I plan on getting hardy plants that do well in warm temperatures such as hygrophila polysperma in the beginning to get things going anubias, crypts, swords and vals. I will be growing them in pots since I will be having a barebottom tank for the first year so I don't stunt their growth as well as easier maintenance.


----------



## waj8 (Jun 30, 2010)

The lack of CO2 is going to be more of an issue than the lighting. With CO2 almost any plant will grow in the warmer temperatures. Without it a lot of them will fail.

The key factor in trying to light a planted tank is illuminating the substrate. There is never any problem to light the surface of the water. Ideally, you want the bottom of the tank lit just as well as the top of the tank. Anyway, for 6' tanks you can get 5' T5 lamps or 6' T8 lamps but your colour choice and selection will be limited. 4' lamps are way more common. You could use T5 HO 4' lamps and raise them like a foot above the tank to spread out the light. For this to work, you need really good parabolic reflectors on each lamp otherwise a lot of the light will never make into the tank. You don't give the actual size of your tank but just 2 or 3 lamps will do the trick. Personally, I can't stand all that light escaping and polluting the rest of the room, but a lot of people light their tank that way. It is supposed to help prevent the plants from reaching toward the light so much.


----------



## bae (May 11, 2007)

Philip.Chan.92 said:


> I plan on getting hardy plants that do well in warm temperatures such as hygrophila polysperma in the beginning to get things going anubias, crypts, swords and vals. I will be growing them in pots since I will be having a barebottom tank for the first year so I don't stunt their growth as well as easier maintenance.


This is good, since the pots will raise the plants closer to the light. However, 18" isn't a bad depth at all.

I agree with BillD that shop lights should work well. It's also the least expensive alternative. I would get two two-tube four foot T8 fixtures, and use cool white or daylight tubes, or a mixture. You could either put both of them over the middle of the tank, or stagger them so the ends of the tank are better illuminated. Watch the fish and see whether they spend more time in the shade or in the open. Put the swords and vals near the center, the other plants on the ends.

One problem with six foot tubes is getting them back from the store without breaking them. Awkward and fragile things!
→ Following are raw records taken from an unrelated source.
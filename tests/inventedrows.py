"""Invented catalogue rows for the memory test and benchmark: sexagesimal places as text.

Not data: random places, seeded by the caller, written the way many catalogues write them
(``S12,05:35:17.3,-05:23:28``).
"""

from __future__ import annotations

import numpy as np


def sexagesimal_lines(rng: np.random.Generator, start: int, n: int) -> np.ndarray:
    """``n`` lines ``S<k>,HH:MM:SS.s,±DD:MM:SS`` for k from ``start``: RA in tenths of a
    second of time below 24 h, |Dec| below 90 degrees, uniform in both (not on the sky)."""
    tenths = rng.integers(0, 864_000, n)
    arcsec = rng.integers(-323_640, 323_641, n)
    a = np.abs(arcsec)
    line = np.char.add("S", np.arange(start, start + n).astype(str))
    for part in [",", np.char.zfill((tenths // 36_000).astype(str), 2), ":",
                 np.char.zfill((tenths // 600 % 60).astype(str), 2), ":",
                 np.char.zfill((tenths // 10 % 60).astype(str), 2), ".",
                 (tenths % 10).astype(str), ",", np.where(arcsec < 0, "-", "+"),
                 np.char.zfill((a // 3600).astype(str), 2), ":",
                 np.char.zfill((a // 60 % 60).astype(str), 2), ":",
                 np.char.zfill((a % 60).astype(str), 2)]:
        line = np.char.add(line, part)
    return line
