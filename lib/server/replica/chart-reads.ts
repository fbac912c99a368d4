import { onReplica } from "@/db";
import type { SeriesQuery } from "@/lib/domain/validation/series";
import { getBinSeries } from "@/lib/server/series/bin-series";
import { getProbeSeries } from "@/lib/server/series/probe-series";
import { getZoneSeries } from "@/lib/server/series/zone-series";

// Chart reads go to the read replica while it is fresh (db/index.ts onReplica): a chart of
// readings minutes apart cannot show a lag of seconds, and no screen reads a chart to see its own
// write (the logbook, the forms, the alerts and the session stay on the primary).

/** One metric of a zone's probes for a chart, as getZoneSeries, on the replica when fresh. */
export const readZoneSeries = (zoneId: string, q: SeriesQuery) => onReplica(() => getZoneSeries(zoneId, q));

/** One metric of every zone of a bin, as getBinSeries, on the replica when fresh. */
export const readBinSeries = (binId: string, q: SeriesQuery) => onReplica(() => getBinSeries(binId, q));

/** One metric of one probe, as getProbeSeries, on the replica when fresh. */
export const readProbeSeries = (probeId: number, q: SeriesQuery) => onReplica(() => getProbeSeries(probeId, q));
More expensive too. Probably 90-95% of all fluorescent tubes manufactured are four-footers, so any other size lacks economy of scale and is more (sometimes substantially more) expensive.

Btw, I always turn on a room light for a few minutes before and after I turn on or turn off aquarium lights if the room is dark. This avoids startling (panicking) the fish, and in the evening, cues them to go to their favorite sleeping places. I think it reduces stress, especially for nervous kinds of fish.


----------



## Cory (May 2, 2008)

Two 3 foot two bulb t8 fixtures would be sufficient for low light planting. For higher lights Id do an additional 4 foot fixture with the two 3 footers and place it in the centre.


----------



## Lee_D (Jun 11, 2010)

I bought an Aquatic Life fixture for my six foot tank. It holds 8 three foot T5HO bulbs although I only turn on four of them. The Blue LED Moon Lights give a wonderfull glow in the evening and doubles as a nightlight in the hallway. It was $800 at BA. Obviously not for everyone but I wouldn't be without it.

Lee


----------